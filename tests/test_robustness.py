"""Huge requests and repeatability: byte-identical JSON, --limit, the size
guard, rule folders that cannot corrupt the defaults, and Ctrl-C.

The exit statuses checked here are the command line's (README, "Exit status
and errors"; common practice for command-line tools: 130 after SIGINT, 128 +
signal 2).
"""

from __future__ import annotations

import io
import json
import os
import signal
import subprocess
import sys
import time
from pathlib import Path

import pytest

from enumerator.cli.isomers_cmd import PROGRESS_MIN, want_progress
from enumerator.errors import CapacityError, RuleError
from enumerator.isomers.counting import check_size
from enumerator.parse.abstract import parse_abstract
from enumerator.rules.ruleset import load_rules
from enumerator.workflow.pipeline import Request, run

CMD = [sys.executable, "-m", "enumerator"]


from _cli import cli  # noqa: E402  (tests/ is on sys.path under pytest)
from support.bad_inputs import make_fixtures, matches, table_rows  # noqa: E402

# --------------------------------------------------------------------------- determinism


@pytest.mark.parametrize("formula", ["M(AA)2b2", "Mabcdef", "M(AB)3"])
def test_json_is_byte_identical_across_runs_in_one_process(formula):
    a = cli(["isomers", formula, "--json"])
    b = cli(["isomers", formula, "--json"])
    assert a[0] == 0 and a[1] == b[1]


def test_json_is_byte_identical_across_processes_and_hash_seeds():
    # different PYTHONHASHSEED values change set/dict-of-str iteration order: output must not
    outs = []
    for seed in ("1", "2"):
        env = dict(os.environ, PYTHONHASHSEED=seed)
        p = subprocess.run(CMD + ["isomers", "M(AB)2b2", "--json"], capture_output=True, env=env, timeout=60)
        assert p.returncode == 0, p.stderr
        outs.append(p.stdout)
    assert outs[0] == outs[1]


# --------------------------------------------------------------------------- --limit and the size guard


def test_limit_lists_the_first_n_and_says_incomplete():
    code, out, _ = cli(["isomers", "Mabcdef", "--limit", "4", "--json"])
    doc = json.loads(out)
    assert code == 0 and len(doc["isomers"]) == 4 and doc["complete"] is False
    assert any("--limit" in n for n in doc["notes"])
    full = json.loads(cli(["isomers", "Mabcdef", "--json"])[1])
    # the first four of the full list, in the same order (stable ids)
    assert [i["id"] for i in doc["isomers"]] == [i["id"] for i in full["isomers"][:4]]
    assert (
        full["complete"] is True and full["stereoisomers"] == 30
    )  # Mabcdef: 30 stereoisomers (Miessler & Tarr; from memory)


def test_limit_above_the_count_is_complete():
    doc = json.loads(cli(["isomers", "Ma4b2", "--limit", "50", "--json"])[1])
    assert doc["complete"] is True and doc["stereoisomers"] == 2  # [Ma4b2] cis/trans (from memory)


def test_size_guard_refuses_huge_requests_without_limit():
    # 12!/60 = 7,983,360 stereoisomers of Mabcdefghijkl on IC-12 (Burnside's lemma by hand)
    code, out, err = cli(["isomers", "Mabcdefghijkl", "--geometry", "IC-12"])
    assert code == 2 and out == ""
    assert len(err.strip().splitlines()) == 1 and "7,983,360" in err and "--limit" in err
    code, out, _ = cli(["isomers", "Mabcdefghijkl", "--geometry", "IC-12", "--limit", "3", "--json"])
    assert code == 0 and len(json.loads(out)["isomers"]) == 3


def test_size_guard_and_progress_rules():
    ic = load_rules().geometry("IC-12")
    big = parse_abstract("Mabcdefghijkl")  # 12!/60 = 7,983,360 stereoisomers (Burnside's lemma by hand)
    with pytest.raises(CapacityError):
        check_size(big, ic)
    assert check_size(big, ic, limit=10) is None  # a limit lifts the guard
    with pytest.raises(CapacityError):
        check_size(parse_abstract("Ma6"), load_rules().geometry("OC-6"), cap=0)
    assert check_size(parse_abstract("Ma6"), load_rules().geometry("TPR-6")) is None  # small: decided by the bound

    class Tty(io.StringIO):
        def isatty(self):
            return True

    assert want_progress(PROGRESS_MIN + 1, Tty()) and not want_progress(PROGRESS_MIN + 1, io.StringIO())
    assert not want_progress(10, Tty()) and not want_progress(None, Tty())


def test_on_isomer_sees_every_isomer_in_order():
    seen = []
    res = run(Request(formula="M(AB)3"), on_isomer=seen.append)
    assert [i.id for i in seen] == [i.id for i in res.isomer_set.isomers]
    assert res.isomer_set.stereoisomers == 4  # fac/mer, each a Delta/Lambda pair (Housecroft & Sharpe; from memory)


# --------------------------------------------------------------------------- rule folders


def _folder(tmp_path: Path, name: str, files: dict[str, str]) -> Path:
    d = tmp_path / name
    for rel, text in files.items():
        p = d / rel
        p.parent.mkdir(parents=True, exist_ok=True)
        p.write_text(text, encoding="utf-8")
    return d


def _summary(res):
    return [(i.id, i.point_group, i.chiral) for i in res.isomer_set.isomers]


def test_broken_user_rules_never_corrupt_the_defaults(tmp_path):
    before = _summary(run(Request(formula="Ma3b3")))
    symbols = sorted(load_rules().geometries)
    # a broken file that even claims the built-in OC-6 symbol
    bad = _folder(
        tmp_path, "bad", {"geometries/OC-6.toml": "symbol = 'OC-6'\nname = 'broken'\nsites = [[0, 0, 1], 'x']\n"}
    )
    with pytest.raises(RuleError) as info:
        run(Request(formula="Ma3b3", rules=(str(bad),)))
    assert "OC-6.toml" in info.value.line() and "sites[1]" in info.value.line()
    assert _summary(run(Request(formula="Ma3b3"))) == before  # fac C3v, mer C2v (from memory)
    assert sorted(load_rules().geometries) == symbols
    # a valid user file replaces a built-in geometry for that run only
    good = _folder(
        tmp_path,
        "good",
        {
            "geometries/OC-6.toml": (
                "symbol = 'OC-6'\nname = 'user octahedron'\ndefault_for_abstract = true\n"
                "sites = [[0,0,1],[1,0,0],[0,1,0],[-1,0,0],[0,-1,0],[0,0,-1]]\n"
            )
        },
    )
    assert run(Request(formula="Ma3b3", rules=(str(good),))).geometry.name == "user octahedron"
    assert run(Request(formula="Ma3b3")).geometry.name == "octahedron"


def test_broken_user_rules_through_the_cli(tmp_path):
    bad = _folder(
        tmp_path,
        "bad",
        {"geometries/x.toml": "symbol = 'XX-3'\nname = 'x'\nsites = [[0,0,1],[1,0,0],[0,1,0]]\nsides = 3\n"},
    )
    code, _, err = cli(["--rules", str(bad), "isomers", "Ma6"])
    assert code == 2 and len(err.strip().splitlines()) == 1
    assert "x.toml" in err and "unknown key 'sides'" in err
    code, out, _ = cli(["isomers", "Ma6", "--json"])
    assert code == 0 and json.loads(out)["geometry"] == "OC-6"
    code, _, err = cli(["--rules", str(tmp_path / "missing"), "isomers", "Ma6"])
    assert code == 2 and "does not exist" in err


# --------------------------------------------------------------------------- Ctrl-C

LONG = ["isomers", "Ma2b2c2d2e2f2", "--geometry", "IC-12", "--json"]  # 124,920 stereoisomers: tens of seconds


# The analysis stages run on the isomers found before the interruption; their
# cost (the pair table is quadratic in the isomer count) is not what is under
# test here, so the child runs the command with no stages.
# The child touches the file named by ISOSIEVE_TEST_READY once it is about to run the command, so that on a
# loaded machine the interrupt never lands while Python is still importing (that would end it by the signal).
NO_STAGES = [
    sys.executable,
    "-c",
    "import os, sys, enumerator.workflow.pipeline as p; p.STAGES = (); from enumerator.cli import main; "
    "import enumerator.cli.isomers_cmd; open(os.environ['ISOSIEVE_TEST_READY'], 'w').close(); main(sys.argv[1:])",
]


def _interrupt(args, wait: float = 2.0):
    ready = Path(os.environ.get("TMPDIR", "/tmp")) / f"isosieve-ready-{os.getpid()}-{time.monotonic_ns()}"
    p = subprocess.Popen(
        NO_STAGES + args,
        stdout=subprocess.PIPE,
        stderr=subprocess.PIPE,
        env=dict(os.environ, ISOSIEVE_TEST_READY=str(ready)),
        preexec_fn=lambda: signal.signal(signal.SIGINT, signal.SIG_DFL),
    )
    deadline = time.monotonic() + 120
    while not ready.exists() and p.poll() is None and time.monotonic() < deadline:
        time.sleep(0.05)
    ready.unlink(missing_ok=True)
    time.sleep(wait)
    assert p.poll() is None, "the enumeration finished before it could be interrupted"
    p.send_signal(signal.SIGINT)
    try:
        out, err = p.communicate(timeout=120)
    except subprocess.TimeoutExpired:
        p.kill()
        p.communicate()
        raise
    return p.returncode, out, err.decode()


@pytest.mark.skipif(sys.platform == "win32", reason="SIGINT delivery by signal is POSIX")
def test_ctrl_c_exits_130_with_one_line_and_writes_nothing(tmp_path):
    target = tmp_path / "out.json"
    code, out, err = _interrupt(LONG + ["--out", str(target)])
    assert code == 130 and out == b""
    assert len(err.strip().splitlines()) == 1 and "interrupted" in err and "Traceback" not in err
    assert not target.exists() and not list(tmp_path.iterdir())  # no half-written or temporary file


@pytest.mark.skipif(sys.platform == "win32", reason="SIGINT delivery by signal is POSIX")
def test_ctrl_c_with_partial_writes_what_was_found(tmp_path):
    target = tmp_path / "out.json"
    code, out, err = _interrupt(LONG + ["--partial", "--out", str(target)])
    assert code == 130 and len(err.strip().splitlines()) == 1 and "interrupted" in err
    doc = json.loads(target.read_text(encoding="utf-8"))
    assert doc["complete"] is False and 0 < doc["stereoisomers"] < 124920
    assert len(doc["isomers"]) == doc["stereoisomers"]
    assert any("interrupted" in n for n in doc["notes"])


# --------------------------------------------------------------------------- the bad-input table


DEVELOPERS = Path(__file__).resolve().parent.parent / "DEVELOPERS.md"
_ROWS = table_rows(DEVELOPERS.read_text(encoding="utf-8"))


@pytest.fixture(scope="module")
def fixtures(tmp_path_factory):
    return make_fixtures(tmp_path_factory.mktemp("bad-inputs"))


def test_the_table_has_its_rows():
    # every class of the robustness section has rows; a table cut short by an edit would pass silently otherwise
    assert len(_ROWS) >= 60
    assert {code for _a, _e, code in _ROWS} == {2}


@pytest.mark.parametrize(("args", "expected", "status"), _ROWS, ids=[" ".join(r[0])[:60] for r in _ROWS])
def test_bad_input_table(fixtures, monkeypatch, args, expected, status):
    # DEVELOPERS.md, "Robustness": each row is the one line and the status the command gives (common practice
    # for command-line tools: 2 for a usage or input error, one line on stderr)
    monkeypatch.chdir(fixtures)
    code, _out, err = cli(args)
    lines = err.strip().splitlines()
    assert code == status, (args, code, err)
    assert len(lines) == 1, (args, err)
    assert matches(expected, lines[0]), (args, lines[0])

——

#### [Aim of the exercise]
Output the listing verbatim through the "from enumerator.isomers.counting import" line.

#### [Response area]
filename tests/test_robustness.py
"""Huge requests and repeatability: byte-identical JSON, --limit, the size
guard, rule folders that cannot corrupt the defaults, and Ctrl-C.

The exit statuses checked here are the command line's (README, "Exit status
and errors"; common practice for command-line tools: 130 after SIGINT, 128 +
signal 2).
"""

from __future__ import annotations

import io
import json
import os
import signal
import subprocess
import sys
import time
from pathlib import Path

import pytest

from enumerator.cli.isomers_cmd import PROGRESS_MIN, want_progress
from enumerator.errors import CapacityError, RuleError
from enumerator.isomers.counting import check_size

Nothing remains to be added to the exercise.